Quels justificatifs fournir pour créer une EI ?
Les documents principaux sont une copie de votre pièce d’identité en cours de validité, un justificatif de domicile de moins de 3 mois, et une déclaration sur l’honneur de non-condamnation. Pour les activités réglementées, un justificatif de qualification vous sera demandé.
Quand et comment payer l’Urssaf ?
Vous déclarez et payez vos cotisations sociales tous les mois ou tous les trimestres (au choix lors de la création) sur le site de l’Urssaf. Le montant est calculé automatiquement en fonction du chiffre d’affaires ou du bénéfice que vous déclarez.

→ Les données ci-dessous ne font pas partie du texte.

proptest! {
    #[test]
    fn the_plan_stays_within_the_error_of_every_sample(rows in recording(), error in 1_i64..20) {
        let imported = took(&csv(&rows), Interpolation::Steps, "left", &options(error));
        for pair in rows.windows(2) {
            let [(from, current), (to, _)] = pair else { unreachable!() };
            for at in [*from, *to - 1] {
                let planned = planned_at(&imported.segments, at);
                let off = (planned - current).abs();
                // A line that jumps waits a tick at its beginning: it is judged by its end. Near the
                // floor there is no smaller setting but none: the charge may cost a tick's current.
                let bound = if *current < NEAR_THE_FLOOR { (*current).max(error * 1_000) } else { error * 1_000 };
                prop_assert!(off <= bound + 1, "{off} uA at {at} us\n{}", segments(&imported));
            }
        }
    }

    #[test]
    fn the_charge_is_kept_to_a_converter_step_for_a_tick(
        rows in prop::collection::vec((1_i64..40_000, 5_000_i64..2_000_000), 2..60),
        linear in any::<bool>(),
        error in 1_i64..50,
    ) {
        let mut at = 0;
        let mut rows: Vec<(i64, i64)> = rows
            .into_iter()
            .map(|(span, current)| {
                at += span;
                (at, current)
            })
            .collect();
        // A part tick at the end may be more than the rest can take up.
        let first = rows[0].0;
        let last = rows.last_mut().unwrap();
        last.0 = first + (last.0 - first) / 1_000 * 1_000 + 1_000;
        prop_assume!(rows.last().unwrap().0 - rows.first().unwrap().0 >= 1_000);
        let interpolation = if linear { Interpolation::Linear } else { Interpolation::Steps };
        let imported = took(&csv(&rows), interpolation, "left", &options(error));
        let left = twice_measured(&rows, interpolation) - twice_planned(&imported.segments, 1_000);
        let said = i128::from(imported.report.charge_error.microcoulombs()) * 2_000_000;
        // What is left is said, to the rounding of a microcoulomb.
        prop_assert!((left.abs() - said).abs() <= 1_100_000, "{left} {said}\n{}", segments(&imported));
        let holds = imported
            .segments
            .iter()
            .filter(|segment| matches!(segment, Segment::Hold { .. }))
            .count();
        if holds > 5 && !linear {
            prop_assert!(left.abs() <= 3_000_000, "{left}\n{}", segments(&imported));
        }
    }

    #[test]
    fn every_segment_is_whole_ticks_and_can_be_timed(rows in recording(), shift in 0_i64..1_000) {
        let rows: Vec<(i64, i64)> = rows
            .iter()
            .map(|&(time, current)| (time * 1_001 / 1_000 + shift, current))
            .collect();
        let imported = took(&csv(&rows), Interpolation::Linear, "left", &options(2));
        let mut level = None;
        for segment in &imported.segments {
            let micros = segment.span().micros();
            prop_assert!(micros.is_multiple_of(1_000) && micros > 0);
            if let Segment::Slope { from, .. } = segment {
                prop_assert!(level == Some(*from) || micros >= 2_000);
            }
            level = Some(segment.last());
        }
    }

    #[test]
    fn no_text_makes_it_panic(body in "(-?[0-9.]{0,4},?[-0-9.e]{0,4}\n){0,8}") {
        let text = format!("time_s,current_ma\n{body}");
        for interpolation in [Interpolation::Steps, Interpolation::Linear] {
            let _ = import(&text, interpolation, &limits("right"), &options(2));
        }
    }
}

Quels sont les inconvénients d’une entreprise individuelle ?
Le principal inconvénient est que votre chiffre d’affaires est directement lié à votre capacité à travailler. Il est aussi impossible de s’associer, car l’entreprise et l’entrepreneur ne font qu’un. Enfin, même si le patrimoine est protégé, votre responsabilité reste totale sur les dettes professionnelles.
Est-ce que je cotise pour la retraite en EI ?
Oui. Une partie de vos cotisations sociales est versée aux caisses de retraite de base et complémentaire des indépendants. Vos droits à la retraite sont donc bien constitués, au même titre qu’un salarié.